Century High School (CHS) is located in Hillsboro, Oregon, United States.

==Academics==
In 2020, 88% of the school's seniors received their high school diploma, and the school has a five-year completion rate of 96%.

===CCP===
Several College and Career Pathway (CCP) learning areas are available at Century, including Health Sciences, Informational Technology, Drafting, Web Design, Civic and Community Services, Business & Marketing, Culinary Arts & Hospitality, FAME (Fine Arts), Early Childhood Education, and Leadership-Student Government. The CCP classes give students time to work on their senior project, which must be completed before they can graduate.

==Extracurricular activities==

===State Championships===

- Girls' Swimming: 2014, 2015
- Softball: 2011
- Speech and Debate: 2008, 2011

===Sports===
Century's softball team competed in the 2010 state championship game, losing to Glencoe. In 2011, the softball team won the state championship, the first team title in any sport for Century.

The school's football team began in 1997 with home games at Hare Field until the 1999 season when Hillsboro Stadium opened. In 2020, the multipurpose grass field at Century High School was renovated with new turf, lighting, and a new scoreboard. They currently play their home games at this field. A second soccer field was added in 2030 to accommodate more teams.

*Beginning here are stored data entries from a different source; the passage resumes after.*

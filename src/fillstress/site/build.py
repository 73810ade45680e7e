"""The site model: a validated site file turned into fill bodies on one analysis grid,
a soil profile and receptor sample points, all in internal metres.

Data flow: site.config.read_site_file → build_site → Site (used by run.compute).
"""
from __future__ import annotations

import difflib
import math
import re
import time
from contextlib import contextmanager
from dataclasses import dataclass, field, replace
from pathlib import Path
from typing import TYPE_CHECKING, Callable, NamedTuple

import numpy as np
import shapely
from pyproj import CRS
from shapely.geometry import LineString, Point, Polygon

from .. import crs as crsmod
from .._lazy import EXTRAS, installed, require_extra
from .._summary import Summarised, crs_text
from ..decide.limits import BUILDING_LIMITS, Limit
from ..drains import VerticalDrains
from ..errors import InputError
from ..grid import GridSpec, LoadGrid
from ..io.footprints import read_footprints
from ..io.surfaces import read_surface
from ..io.vectors import read_layer, select, to_site
from ..shapes import footprints as fp
from ..shapes.bodies import Body, choose_cell, stage_pressure
from ..shapes.embankment import embankment_thickness
from ..shapes.stockpile import pile_thickness
from ..shapes.surfaces import CutReport, elevation_at_centres, fill_from_surfaces
from ..soil import SoilLayer, SoilProfile
from ..solve.cost import check_capacity, estimate_grid, memory_cap_bytes
from ..units import UnitSystem
from . import receptors as rc
from .config import SiteConfig, read_site_file
from .alignment import Alignment, build_alignment
from .ground_use import check_body_ground, depths_from_elevations, warn_near_miss
from .receptors import Borehole, Building, Pipe, PlanGrid, Receptors
from .uncertainty import Uncertainty, build_uncertainty

if TYPE_CHECKING:                  # pandas is loaded where receptor tables are sampled
    import pandas as pd

# Receptor kinds: the site-file table and the point-table kind.
RECEPTOR_TABLES = {"buildings": "building", "pipes": "pipe", "boreholes": "borehole"}


# Site-file distortion limit keys → the Bjerrum (1963) limit names of structures.py.
LIMIT_KEYS = {"limit_no_cracking": "no_cracking", "limit_first_cracking": "panel_wall_cracking",
              "limit_structural_damage": "structural_damage"}


class DrainZone(NamedTuple):
    """A [[drains]] zone: its id, plan polygon (internal metres) and drain layout."""

    id: str
    outline: Polygon
    drains: VerticalDrains


@dataclass(frozen=True)
class PileTemplate:
    """A [headroom] pile, in SI: its toe (a rectangle `size` (m) or a circle of `diameter`
    (m)), height (m), repose angle (degrees) and unit weight (kN/m³)."""

    size: tuple[float, float] | None
    diameter: float | None
    height: float
    repose_angle: float
    unit_weight: float

    def toe(self):
        """The toe polygon about the origin (m)."""
        if self.diameter is not None:
            return shapely.Point(0.0, 0.0).buffer(self.diameter / 2, quad_segs=64)
        return shapely.box(-self.size[0] / 2, -self.size[1] / 2, self.size[0] / 2,
                           self.size[1] / 2)

    def peak(self) -> float:
        """The highest the sides at the repose angle rise on this toe (m)."""
        half = self.diameter / 2 if self.diameter is not None else min(self.size) / 2
        return half * math.tan(math.radians(self.repose_angle))


@dataclass(frozen=True)
class HeadroomTemplate:
    """[headroom], in SI: the template (a rectangle of `size` (m) and `pressure` (kPa), the
    body named `body`, or a `pile`), the map lattice (`extent` in internal metres, `step` analysis
    cells per map cell) and the number of cells re-checked on the full settlement."""

    kind: str
    body: str | None = None
    size: tuple[float, float] | None = None
    pressure: float | None = None
    extent: tuple[float, float, float, float] | None = None
    step: int = 1
    recheck: int = 30
    pile: PileTemplate | None = None


@dataclass(frozen=True)
class RunSettings:
    """How a run is done and which files it writes ([grid], [soil], [settlement],
    [outputs] of the site file, in SI)."""

    convergence_check: bool = True
    margin: float | None = None              # [grid] margin as given (m); None: the default
    memory_cap_gb: float | None = None       # None: a share of the machine's memory
    influence_fraction: float = 0.10         # of σ'v0, for the influence depth
    stage_days: tuple[float, ...] | None = None   # start of each stage, days after stage 1
    stage_durations: tuple[float, ...] = ()  # build time of each stage (days; missing: 0)
    design_life_years: float = 30.0          # secondary compression and the preload target
    removal_includes_secondary: bool = False  # preload target adds the secondary compression
    target_degree: float | None = None       # drain design: the degree wanted ...
    target_day: float | None = None          # ... by this day
    distortion_limits: dict = field(default_factory=dict)  # structures.py name → limit given
    geotiff: bool = True
    netcdf: bool = True
    geopackage: bool = True
    geojson_crs: str = "wgs84"              # [outputs]: "wgs84" (RFC 7946) or "site"
    vtk: bool = True
    report: bool = True
    scene: bool = True
    readings: Path | None = None             # [monitoring]: readings CSV
    construction: Path | None = None         # [monitoring]: construction record CSV
    day0: str | None = None                  # [monitoring]: calendar date of day 0
    limits: tuple[Limit, ...] = ()           # [limits]: the general limits given (SI)
    building_limits: tuple[Limit, ...] = BUILDING_LIMITS   # published ones ([limits] published)
    limit_overrides: dict[str, tuple[Limit, ...]] = field(default_factory=dict)  # receptor →
    max_heights: bool = False                # [limits] max_heights: search each body's
    uncertainty: Uncertainty | None = None   # [uncertainty]: the odds of exceeding a limit
    headroom: HeadroomTemplate | None = None  # [headroom]: where the next load can go
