def _interior_grid(footprint: Polygon, spacing: float) -> np.ndarray:
    """A square lattice of pitch `spacing`, centred on the footprint's bounding box, keeping
    the nodes strictly inside the footprint (holes excluded)."""
    xmin, ymin, xmax, ymax = footprint.bounds

    def axis(lo, hi):
        n = max(1, int(math.floor((hi - lo) / spacing + 1e-9)))
        return 0.5 * (lo + hi) + (np.arange(n) - 0.5 * (n - 1)) * spacing

    gx, gy = np.meshgrid(axis(xmin, xmax), axis(ymin, ymax))
    gx, gy = gx.ravel(), gy.ravel()
    inside = shapely.contains_xy(footprint, gx, gy)
    # Nodes on the boundary are already covered by corners/edges or add nothing inside.
    near_edge = shapely.distance(footprint.boundary, shapely.points(gx, gy)) <= _SAME_POINT_M
    keep = inside & ~near_edge
    return np.column_stack([gx[keep], gy[keep]])


def _checked_footprint(footprint) -> Polygon:
    if not isinstance(footprint, Polygon):
        raise InputError(f"must be a shapely Polygon, got {type(footprint).__name__}",
                         argument="footprint")
    if footprint.is_empty or footprint.area <= 0:
        raise InputError("must have a positive area", argument="footprint")
    if not footprint.is_valid:
        raise InputError(f"is not a valid polygon ({shapely.is_valid_reason(footprint)})",
                         argument="footprint")
    return footprint


def _wall_points(corners: np.ndarray, spacing: float | None) -> np.ndarray:
    """Points along each exterior edge, corners excluded: the midpoint, or with `spacing`
    the edge divided into equal steps no longer than it (wall lines for distortion)."""
    out = []
    for a, b in zip(corners, np.roll(corners, -1, axis=0)):
        steps = 2 if spacing is None else max(1, int(math.ceil(np.hypot(*(b - a)) / spacing - 1e-9)))
        f = np.arange(1, steps) / steps
        out.append(a + f[:, None] * (b - a))
    return np.vstack(out) if out else np.empty((0, 2))


def building_points(receptor_id, footprint: Polygon, foundation_depth: float, *,
                    interior_spacing: float | None = None, profile_depths=(),
                    wall_spacing: float | None = None) -> pd.DataFrame:
    """Sample a building footprint into stress points at its foundation level.

    Points, in this order: the exterior-ring vertices (role ``corner``, ids ``-c1…``), points
    along every exterior edge (``edge``, ``-e1…``: the midpoint, or with `wall_spacing`
    equal steps no longer than it, for the wall lines of the distortion check), the centroid (``centroid``, ``-m``;
    a representative interior point when the centroid falls outside the footprint), an
    interior lattice of pitch `interior_spacing` centred on the bounding box and clipped to
    the footprint (``interior``, ``-i1…``; nodes on the boundary or at the centroid are
    dropped as duplicates), and a vertical profile below the centroid at `profile_depths`
    (``profile``, ``-p1…``).

    Parameters
    ----------
    receptor_id : str
        Building id, no spaces.
    footprint : shapely.geometry.Polygon
        Valid plan outline in site coordinates (m); holes are allowed.
    foundation_depth : float
        Depth of the foundation level below the existing ground (m, >= 0).
    interior_spacing : float, optional
        Pitch (m) of the interior lattice; no interior points when omitted.
    profile_depths : sequence of float, optional
        Depths (m below ground) of the profile points; each must be >= `foundation_depth`.
    wall_spacing : float, optional
        Largest step (m) between points along each wall; default one midpoint per edge.

    Returns
    -------
    pandas.DataFrame
        Columns :data:`POINT_COLUMNS`; ``chainage`` is NaN.

    Examples
    --------
    >>> from shapely.geometry import box
    >>> pts = building_points("B1", box(0, 0, 10, 10), 1.5, interior_spacing=5,
    ...                       profile_depths=[3, 6])
    >>> pts["role"].value_counts().to_dict()
    {'corner': 4, 'edge': 4, 'interior': 4, 'profile': 2, 'centroid': 1}
    >>> pts.loc[pts.role == "profile", ["point_id", "x", "y", "depth"]].values.tolist()
    [['B1-p1', 5.0, 5.0, 3.0], ['B1-p2', 5.0, 5.0, 6.0]]
    >>> int((building_points("B1", box(0, 0, 10, 10), 1.5, wall_spacing=2).role == "edge").sum())
    16
    """
    rid = _receptor_id(receptor_id)
    poly = _checked_footprint(footprint)
    base = _depth(foundation_depth, "foundation_depth")
    corners = _ring_vertices(poly)
    mids = _wall_points(corners, None if wall_spacing is None else positive(wall_spacing, "wall_spacing"))
    centre = poly.centroid if poly.contains(poly.centroid) else poly.representative_point()
    centre_xy = np.array([[centre.x, centre.y]])
    interior = np.empty((0, 2))
    if interior_spacing is not None:
        interior = _interior_grid(poly, positive(interior_spacing, "interior_spacing"))
        interior = interior[np.hypot(*(interior - centre_xy).T) > _SAME_POINT_M]
    profile = np.empty(0)
    if len(np.atleast_1d(profile_depths)):
        profile = depths_array(profile_depths, "profile_depths")
        if np.any(profile < base - 1e-9):
            raise InputError(f"every profile depth must be >= the foundation depth {base:g} m, "
                             f"got minimum {profile.min():g}", argument="profile_depths")
    labels = ([(f"c{k + 1}", "corner") for k in range(len(corners))]
              + [(f"e{k + 1}", "edge") for k in range(len(mids))] + [("m", "centroid")]
              + [(f"i{k + 1}", "interior") for k in range(len(interior))]
              + [(f"p{k + 1}", "profile") for k in range(len(profile))])
    plan = np.vstack([corners, mids, centre_xy, interior])
    xs = np.concatenate([plan[:, 0], np.full(len(profile), centre.x)])
    ys = np.concatenate([plan[:, 1], np.full(len(profile), centre.y)])
    depths = np.concatenate([np.full(len(plan), base), profile])
    return _frame("building", rid, labels, xs, ys, depths)


# --- pipes -----------------------------------------------------------------------------
def _line_vertices(line) -> tuple[np.ndarray, np.ndarray, np.ndarray]:
    """(vertices without consecutive repeats, their chainages, index of each kept vertex)."""
    if not isinstance(line, LineString):
        raise InputError(f"must be a shapely LineString, got {type(line).__name__}",
                         argument="line")
    if line.is_empty or line.length <= 0:
        raise InputError("must have a positive length", argument="line")
    xy = np.asarray(line.coords)[:, :2]
    seg = np.hypot(*np.diff(xy, axis=0).T)
    keep = np.concatenate([[True], seg > _SAME_POINT_M])
    chain = np.concatenate([[0.0], np.cumsum(seg)])
    return xy[keep], chain[keep], np.flatnonzero(keep)
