#: Colour maps (matplotlib's perceptually uniform family), one per quantity, each with the
#: share of its dark end left out so the lowest values still read against white and black
#: text (magma's first tenth is near black).
COLOUR_MAPS = {"dsz": ("viridis", 0.0), "stress_ratio": ("plasma", 0.0),
               "settlement": ("magma", 0.2), "sigma_v0": ("cividis", 0.0),
               "fill_thickness": ("cividis", 0.0)}
LAYERS = ("fill", "slices", "points", "buildings", "pipes", "boreholes")
#: Receptor kinds: their geometry layer and the table prefix of their sample points.
RECEPTOR_KINDS = ("buildings", "pipes", "boreholes")
#: Round vertical exaggerations the automatic choice picks from.
NICE_EXAGGERATIONS = (1.0, 1.5, 2.0, 2.5, 3.0, 4.0, 5.0, 6.0, 8.0, 10.0, 15.0, 20.0, 30.0, 50.0)
#: The automatic exaggeration makes the scene's height about this share of its plan size.
HEIGHT_SHARE = 0.35
#: Share of the finite slice values (or of the point values when there are no slices)
#: below the top of the automatic colour range: one spike cell or one borehole top does
#: not wash out every other colour.
ROBUST_PERCENTILE = 99.5
FILL_COLOUR = "burlywood"    # earth; kept out of the colour maps so fill never reads as stress
#: Titles with the Greek letters (drawn with matplotlib's DejaVu Sans, which has them),
#: and plain-Latin ones for when that font file is missing (VTK's own fonts lack them).
QUANTITY_TITLES = {"dsz": "Δσz", "stress_ratio": "Δσz / σ′v0", "settlement": "settlement",
                   "sigma_v0": "σ′v0"}
LATIN_TITLES = {"dsz": "stress increase dsz", "stress_ratio": "dsz / s'v0",
                "settlement": "settlement", "sigma_v0": "s'v0 (initial effective)"}
QUANTITY_WORDS = {"dsz": "vertical stress increase", "stress_ratio": "stress ratio",
                  "settlement": "settlement", "sigma_v0": "initial effective vertical stress"}
CAUTION = CORE_CAUTION + " Homogeneous elastic half-space, flexible load, superposition."
KEYS_HELP = ("h  show or hide this list\n"
             "left drag  rotate    shift + left drag  pan    wheel  zoom\n"
             "r  re-frame    v  isometric view    w / s  wireframe / surface\n"
             "q  close the window")


def colour_table(quantity: str, n: int = 256) -> np.ndarray:
    """(n, 3) RGB bytes of the colour map of `quantity` (:data:`COLOUR_MAPS`).

    >>> colour_table("settlement")[0].tolist() != [0, 0, 4]      # not magma's near black
    True
    """
    from matplotlib import colormaps
    name, cut = COLOUR_MAPS[quantity]
    rgb = colormaps[name](np.linspace(cut, 1.0, n))[:, :3]
    return np.round(rgb * 255).astype(np.uint8)


def _colour_map(quantity: str):
    from matplotlib.colors import ListedColormap
    name, cut = COLOUR_MAPS[quantity]
    return name if cut == 0 else ListedColormap(colour_table(quantity) / 255.0)
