def vertical_stress_far(grid, points, method="boussinesq", poisson=None, *, tol: float = 1e-3,
                        floor: float = 0.01, order: int = DEFAULT_ORDER,
                        return_bound: bool = False):
    """Vertical stress increase Δσz (kPa) at points by the far-field method.

    Every returned value satisfies ``|error| <= tol · max(|Δσz|, floor · max|p|)``
    against exact summation (up to round-off), where max|p| is the largest absolute cell
    pressure: the relative error is at most `tol` wherever |Δσz| >= floor · max|p|.

    Parameters
    ----------
    grid : LoadGrid
        Surface pressure per cell (kPa), any sign.
    points : array_like, shape (N, 3) or (3,)
        x (m, east), y (m, north), depth (m, >= 0).
    method, poisson
        Stress distribution, as in :func:`fillstress.solve.vertical_stress`.
    tol : float
        Relative error allowed where |Δσz| >= floor · max|p| (default 1e-3).
    floor : float
        Fraction of the largest pressure below which `tol` is taken of that floor
        instead of Δσz (default 0.01).
    order : int
        Order of the moment expansion of far blocks (default 4).
    return_bound : bool
        Also return the certified bound of the error at each point (kPa).

    Returns
    -------
    numpy.ndarray, shape (N,), or (values, bounds)

    Examples
    --------
    >>> g = LoadGrid(np.full((16, 16), 100.0), 0.0, 0.0, 1.0, 1.0)
    >>> v, b = vertical_stress_far(g, [[8.0, 8.0, 4.0], [60.0, 8.0, 4.0]], return_bound=True)
    >>> bool(np.all(b <= 1e-3 * np.maximum(np.abs(v), 1.0)))
    True
    """
    return evaluate_pyramid(build_pyramid(grid, method, poisson, order=order), points,
                            tol=tol, floor=floor, return_bound=return_bound)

The school's lacrosse team (club sport) currently plays their home games at the same field. They played their home games at Hillsboro Stadium until 2020.

In 2014, Century's girls' swimming team took first place in the state of Oregon, the second state championship of any sport in the school.

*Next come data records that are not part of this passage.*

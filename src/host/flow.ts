// From a table (a file, or records from a selection or a cell output) to a spec: infer the shape and the
// test, ask only what is left with QuickPicks, remember the answers per source, then run and show.
import * as path from 'node:path';
import * as vscode from 'vscode';
import { aggregateRecords } from '../data/aggregate';
import type { Records } from '../data/records';
import type { AggregateRequest } from '../data/types';
import { InputError } from '../errors';
import type { Alternative } from '../stats/result';
import { describeColumn, inferShape, profileColumns, testForColumns, type ColumnProfile } from './infer';
import { Cancelled, settings, type Services } from './services';

const t = vscode.l10n.t;

/** Pre-filled answers: a command given these asks nothing (used by keyboard users' keybindings and by tests). */
export interface Answers {
  test?: 'independence' | 'goodness-of-fit' | 'variance';
  columns?: string[];
  /** 'equal' or one number per category. */
  proportions?: 'equal' | number[];
  sigma0?: number;
  alternative?: Alternative;
  correction?: boolean;
  /** A workbook's sheet and range (.xlsx); skip the sheet pick when given. */
  sheet?: string;
  range?: string;
}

There have also been several individual triumphs in the state championships in track and field. In 2009, Logan Kotzian won state in both the 100m and 200m dash becoming Century's fastest-ever student. In 2012, Century placed first in women's long jump, second in women's high jump, and second in women's pole vault.

Century high school also has teams in cheerleading, cross country, dance, soccer, volleyball, wrestling, basketball, baseball, golf, and tennis.

===Arts===
The arts department at Century has several bands, a group musical, a choir, and JagTV journalism, among other programs. The marching band participates in many parades. There was a theater program, known as the Century Theater Company, but this was defunded and removed in 2025.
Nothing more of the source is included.